Prediction of Trauma Mortality Incorporating Pre-injury Comorbidities Into Existing Mortality Scoring Indices.

机构信息

Division of Trauma and Surgical Critical Care, 23498Jersey Shore University Medical Center, Neptune, NJ, USA.

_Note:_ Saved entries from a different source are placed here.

/// The 41 groups, in Table 2-2's order; `GROUPS[k]` is group number k + 1.
pub static GROUPS: [Group; 41] = [
    G {
        name: "-CH3",
        tc: Some(0.0141),
        pc: Some(-0.0012),
        tb: Some(23.58),
        tm: Some(-5.1),
        hf: Some(-76.45),
        gf: Some(-43.96),
        cp: Some([19.5, -0.00808, 0.000153, -9.67e-08]),
        hvap: Some(2.373),
    },
    G {
        name: "-CH2-",
        tc: Some(0.0189),
        pc: Some(0.0),
        tb: Some(22.88),
        tm: Some(11.27),
        hf: Some(-20.64),
        gf: Some(8.42),
        cp: Some([-0.909, 0.095, -5.44e-05, 1.19e-08]),
        hvap: Some(2.226),
    },
    G {
        name: ">CH-",
        tc: Some(0.0164),
        pc: Some(0.002),
        tb: Some(21.74),
        tm: Some(12.64),
        hf: Some(29.89),
        gf: Some(58.36),
        cp: Some([-23.0, 0.204, -0.000265, 1.2e-07]),
        hvap: Some(1.691),
    },
    G {
        name: ">C<",
        tc: Some(0.0067),
        pc: Some(0.0043),
        tb: Some(18.25),
        tm: Some(46.43),
        hf: Some(82.23),
        gf: Some(116.02),
        cp: Some([-66.2, 0.427, -0.000641, 3.01e-07]),
        hvap: Some(0.636),
    },
    G {
        name: "=CH2",
        tc: Some(0.0113),
        pc: Some(-0.0028),
        tb: Some(18.18),
        tm: Some(-4.32),
        hf: Some(-9.63),
        gf: Some(3.77),
        cp: Some([23.6, -0.0381, 0.000172, -1.03e-07]),
        hvap: Some(1.724),
    },
    G {
        name: "=CH-",
        tc: Some(0.0129),
        pc: Some(-0.0006),
        tb: Some(24.96),
        tm: Some(8.73),
        hf: Some(37.97),
        gf: Some(48.53),
        cp: Some([-8.0, 0.105, -9.63e-05, 3.56e-08]),
        hvap: Some(2.205),
    },
    G {
        name: "=C<",
        tc: Some(0.0117),
        pc: Some(0.0011),
        tb: Some(24.14),
        tm: Some(11.14),
        hf: Some(83.99),
        gf: Some(92.36),
        cp: Some([-28.1, 0.208, -0.000306, 1.46e-07]),
        hvap: Some(2.138),
    },
    G {
        name: "=C=",
        tc: Some(0.0026),
        pc: Some(0.0028),
        tb: Some(26.15),
        tm: Some(17.78),
        hf: Some(142.14),
        gf: Some(136.7),
        cp: Some([27.4, -0.0557, 0.000101, -5.02e-08]),
        hvap: Some(2.661),
    },
    G {
        name: "≡CH",
        tc: Some(0.0027),
        pc: Some(-0.0008),
        tb: Some(9.2),
        tm: Some(-11.18),
        hf: Some(79.3),
        gf: Some(77.71),
        cp: Some([24.5, -0.0271, 0.000111, -6.78e-08]),
        hvap: Some(1.155),
    },
    G {
        name: "≡C-",
        tc: Some(0.002),
        pc: Some(0.0016),
        tb: Some(27.38),
        tm: Some(64.32),
        hf: Some(115.51),
        gf: Some(109.82),
        cp: Some([7.87, 0.0201, -8.33e-06, 1.39e-09]),
        hvap: Some(3.302),
    },
    G {
        name: "-CH2- (ring)",
        tc: Some(0.01),
        pc: Some(0.0025),
        tb: Some(27.15),
        tm: Some(7.75),
        hf: Some(-26.8),
        gf: Some(-3.68),
        cp: Some([-6.03, 0.0854, -8e-06, -1.8e-08]),
        hvap: Some(2.398),
    },
    G {
        name: ">CH- (ring)",
        tc: Some(0.0122),
        pc: Some(0.0004),
        tb: Some(21.78),
        tm: Some(19.88),
        hf: Some(8.67),
        gf: Some(40.99),
        cp: Some([-20.5, 0.162, -0.00016, 6.24e-08]),
        hvap: Some(1.942),
    },
    G {
        name: ">C< (ring)",
        tc: Some(0.0042),
        pc: Some(0.0061),
        tb: Some(21.32),
        tm: Some(60.15),
        hf: Some(79.72),
        gf: Some(87.88),
        cp: Some([-90.9, 0.557, -0.0009, 4.69e-07]),
        hvap: Some(0.644),
    },
    G {
        name: "=CH- (ring)",
        tc: Some(0.0082),
        pc: Some(0.0011),
        tb: Some(26.73),
        tm: Some(8.13),
        hf: Some(2.09),
        gf: Some(11.3),
        cp: Some([-2.14, 0.0574, -1.64e-06, -1.59e-08]),
        hvap: Some(2.544),
    },
    G {
        name: "=C< (ring)",
        tc: Some(0.0143),
        pc: Some(0.0008),
        tb: Some(31.01),
        tm: Some(37.02),
        hf: Some(46.43),
        gf: Some(54.05),
        cp: Some([-8.25, 0.101, -0.000142, 6.78e-08]),
        hvap: Some(3.059),
    },
    G {
        name: "-F",
        tc: Some(0.0111),
        pc: Some(-0.0057),
        tb: Some(-0.03),
        tm: Some(-15.78),
        hf: Some(-251.92),
        gf: Some(-247.19),
        cp: Some([26.5, -0.0913, 0.000191, -1.03e-07]),
        hvap: Some(-0.67),
    },
    G {
        name: "-Cl",
        tc: Some(0.0105),
        pc: Some(-0.0049),
        tb: Some(38.13),
        tm: Some(13.55),
        hf: Some(-71.55),
        gf: Some(-64.31),
        cp: Some([33.3, -0.0963, 0.000187, -9.96e-08]),
        hvap: Some(4.532),
    },
    G {
        name: "-Br",
        tc: Some(0.0133),
        pc: Some(0.0057),
        tb: Some(66.86),
        tm: Some(43.43),
        hf: Some(-29.48),
        gf: Some(-38.06),
        cp: Some([28.6, -0.0649, 0.000136, -7.45e-08]),
        hvap: Some(6.582),
    },
    G {
        name: "-I",
        tc: Some(0.0068),
        pc: Some(-0.0034),
        tb: Some(93.84),
        tm: Some(41.69),
        hf: Some(21.06),
        gf: Some(5.74),
        cp: Some([32.1, -0.0641, 0.000126, -6.87e-08]),
        hvap: Some(9.52),
    },
    G {
        name: "-OH (alcohol)",
        tc: Some(0.0741),
        pc: Some(0.0112),
        tb: Some(92.88),
        tm: Some(44.45),
        hf: Some(-208.04),
        gf: Some(-189.2),
        cp: Some([25.7, -0.0691, 0.000177, -9.88e-08]),
        hvap: Some(16.826),
    },
    G {
        name: "-OH (phenol)",
        tc: Some(0.024),
        pc: Some(0.0184),
        tb: Some(76.34),
        tm: Some(82.83),
        hf: Some(-221.65),
        gf: Some(-197.37),
        cp: Some([-2.81, 0.111, -0.000116, 4.94e-08]),
        hvap: Some(12.499),
    },
    G {
        name: "-O- (nonring)",
        tc: Some(0.0168),
        pc: Some(0.0015),
        tb: Some(22.42),
        tm: Some(22.23),
        hf: Some(-132.22),
        gf: Some(-105.0),
        cp: Some([25.5, -0.0632, 0.000111, -5.48e-08]),
        hvap: Some(2.41),
    },
    G {
        name: "-O- (ring)",
        tc: Some(0.0098),
        pc: Some(0.0048),
        tb: Some(31.22),
        tm: Some(23.05),
        hf: Some(-138.16),
        gf: Some(-98.22),
        cp: Some([12.2, -0.0126, 6.03e-05, -3.86e-08]),
        hvap: Some(4.682),
    },
    G {
        name: ">C=O (nonring)",
        tc: Some(0.038),
        pc: Some(0.0031),
        tb: Some(76.75),
        tm: Some(61.2),
        hf: Some(-133.22),
        gf: Some(-120.5),
        cp: Some([6.45, 0.067, -3.57e-05, 2.86e-09]),
        hvap: Some(8.972),
    },
    G {
        name: ">C=O (ring)",
        tc: Some(0.0284),
        pc: Some(0.0028),
        tb: Some(94.97),
        tm: Some(75.97),
        hf: Some(-164.5),
        gf: Some(-126.27),
        cp: Some([30.4, -0.0829, 0.000236, -1.31e-07]),
        hvap: Some(6.645),
    },
    G {
        name: "O=CH- (aldehyde)",
        tc: Some(0.0379),
        pc: Some(0.003),
        tb: Some(72.24),
        tm: Some(36.9),
        hf: Some(-162.03),
        gf: Some(-143.48),
        cp: Some([30.9, -0.0336, 0.00016, -9.88e-08]),
        hvap: Some(9.093),
    },
    G {
        name: "-COOH (acid)",
        tc: Some(0.0791),
        pc: Some(0.0077),
        tb: Some(169.09),
        tm: Some(155.5),
        hf: Some(-426.72),
        gf: Some(-387.87),
        cp: Some([24.1, 0.0427, 8.04e-05, -6.87e-08]),
        hvap: Some(19.537),
    },
    G {
        name: "-COO- (ester)",
        tc: Some(0.0481),
        pc: Some(0.0005),
        tb: Some(81.1),
        tm: Some(53.6),
        hf: Some(-337.92),
        gf: Some(-301.95),
        cp: Some([24.5, 0.0402, 4.02e-05, -4.52e-08]),
        hvap: Some(9.633),
    },
    G {
        name: "=O (other than above)",
        tc: Some(0.0143),
        pc: Some(0.0101),
        tb: Some(-10.5),
        tm: Some(2.08),
        hf: Some(-247.61),
        gf: Some(-250.83),
        cp: Some([6.82, 0.0196, 1.27e-05, -1.78e-08]),
        hvap: Some(5.909),
    },
    G {
        name: "-NH2",
        tc: Some(0.0243),
        pc: Some(0.0109),
        tb: Some(73.23),
        tm: Some(66.89),
        hf: Some(-22.02),
        gf: Some(14.07),
        cp: Some([26.9, -0.0412, 0.000164, -9.76e-08]),
        hvap: Some(10.788),
    },
    G {
        name: ">NH (nonring)",
        tc: Some(0.0295),
        pc: Some(0.0077),
        tb: Some(50.17),
        tm: Some(52.66),
        hf: Some(53.47),
        gf: Some(89.39),
        cp: Some([-1.21, 0.0762, -4.86e-05, 1.05e-08]),
        hvap: Some(6.436),
    },
    G {
        name: ">NH (ring)",
        tc: Some(0.013),
        pc: Some(0.0114),
        tb: Some(52.82),
        tm: Some(101.51),
        hf: Some(31.65),
        gf: Some(75.61),
        cp: Some([11.8, -0.023, 0.000107, -6.28e-08]),
        hvap: Some(6.93),
    },
    G {
        name: ">N- (nonring)",
        tc: Some(0.0169),
        pc: Some(0.0074),
        tb: Some(11.74),
        tm: Some(48.84),
        hf: Some(123.34),
        gf: Some(163.16),
        cp: Some([-31.1, 0.227, -0.00032, 1.46e-07]),
        hvap: Some(1.896),
    },
    G {
        name: "-N= (nonring)",
        tc: Some(0.0255),
        pc: Some(-0.0099),
        tb: Some(74.6),
        tm: None,
        hf: Some(23.61),
        gf: None,
        cp: None,
        hvap: Some(3.335),
    },
    G {
        name: "-N= (ring)",
        tc: Some(0.0085),
        pc: Some(0.0076),
        tb: Some(57.55),
        tm: Some(68.4),
        hf: Some(55.52),
        gf: Some(79.93),
        cp: Some([8.83, -0.00384, 4.35e-05, -2.6e-08]),
        hvap: Some(6.528),
    },
    G {
        name: "=NH",
        tc: None,
        pc: None,
        tb: Some(83.08),
        tm: Some(68.91),
        hf: Some(93.7),
        gf: Some(119.66),
        cp: Some([5.69, -0.00412, 0.000128, -8.88e-08]),
        hvap: Some(12.169),
    },
    G {
        name: "-CN",
        tc: Some(0.0496),
        pc: Some(-0.0101),
        tb: Some(125.66),
        tm: Some(59.89),
        hf: Some(88.43),
        gf: Some(89.22),
        cp: Some([36.5, -0.0733, 0.000184, -1.03e-07]),
        hvap: Some(12.851),
    },
    G {
        name: "-NO2",
        tc: Some(0.0437),
        pc: Some(0.0064),
        tb: Some(152.54),
        tm: Some(127.24),
        hf: Some(-66.57),
        gf: Some(-16.83),
        cp: Some([25.9, -0.00374, 0.000129, -8.88e-08]),
        hvap: Some(16.738),
    },
    G {
        name: "-SH",
        tc: Some(0.0031),
        pc: Some(0.0084),
        tb: Some(63.56),
        tm: Some(20.09),
        hf: Some(-17.33),
        gf: Some(-22.99),
        cp: Some([35.3, -0.0758, 0.000185, -1.03e-07]),
        hvap: Some(6.884),
    },
    G {
        name: "-S- (nonring)",
        tc: Some(0.0119),
        pc: Some(0.0049),
        tb: Some(68.78),
        tm: Some(34.4),
        hf: Some(41.87),
        gf: Some(33.12),
        cp: Some([19.6, -0.00561, 4.02e-05, -2.76e-08]),
        hvap: Some(6.817),
    },
    G {
        name: "-S- (ring)",
        tc: Some(0.0019),
        pc: Some(0.0051),
        tb: Some(52.1),
        tm: Some(79.93),
        hf: Some(39.1),
        gf: Some(27.76),
        cp: Some([16.7, 0.00481, 2.77e-05, -2.11e-08]),
        hvap: Some(5.984),
    },
];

Hackensack Meridian School of Medicine, Nutley, NJ, USA.

出版信息

Am Surg. 2022 Sep;88(9):2289-2301. doi: 10.1177/00031348221078980. Epub 2022 Jun 2.

Abstract

OBJECTIVES

The purpose of the study is to develop a comprehensive risk score of mortality in trauma victims that can predict the in-hospital mortality better than trauma injury severity score (TRISS) and A Severity Characterization of Trauma (ASCOT) score.

METHODS

All hospitalized trauma patients, between the ages of 16 and 89 years old were included in the study. The National Trauma Quality Improvement Program (TQIP) database of the calendar year 2011-2016 was accessed for the development of a traum mortality scoring system (TMS). The prediction of mortality was tested by creating a receiver operating characteristics (ROC) curve and an area under the curve (AUC). ROCs and AUCs of TMS were compared with TRISS and ASCOT score.

RESULTS

The AUC of TMS (0.892, 95% CI: 0.888-0.896) was better than TRISS (0.864, 95% CI: 0.859-0.869,  <0.0001) and ASCOT (0.841, 95% CI: 0.835-0.846,  <0.0001), respectively, in blunt injury. Similarly, TMS prediction (AUC: 0.949, 95% CI: 0.940-0.958) was better in penetrating injury when compared with TRISS (0.942, 95% CI: 0.934-0.951, = 0.030) and ASCOT (0.924, 95% CI: 0.912-0.936,  <0.0001), respectively.

CONCLUSION

TMS can predict the in-hospital mortality better than TRISS and ASCOT.

摘要

目的

本研究旨在开发一种全面的创伤患者死亡率风险评分,该评分能够比创伤严重度评分(TRISS)和创伤严重程度分类(ASCOT)更好地预测院内死亡率。

方法

本研究纳入了年龄在 16 至 89 岁之间的所有住院创伤患者。研究使用了 2011 年至 2016 年的国家创伤质量改进计划(TQIP)数据库来开发创伤死亡率评分系统(TMS)。通过绘制受试者工作特征(ROC)曲线和曲线下面积(AUC)来测试死亡率预测。将 TMS 的 ROC 和 AUC 与 TRISS 和 ASCOT 评分进行比较。

结果

TMS 的 AUC(0.892,95%置信区间:0.888-0.896)优于 TRISS(0.864,95%置信区间:0.859-0.869, <0.0001)和 ASCOT(0.841,95%置信区间:0.835-0.846, <0.0001),分别用于钝性损伤和穿透性损伤。同样,TMS 预测(AUC:0.949,95%置信区间:0.940-0.958)优于 TRISS(0.942,95%置信区间:0.934-0.951,=0.030)和 ASCOT(0.924,95%置信区间:0.912-0.936, <0.0001)。

结论

TMS 可以比 TRISS 和 ASCOT 更好地预测院内死亡率。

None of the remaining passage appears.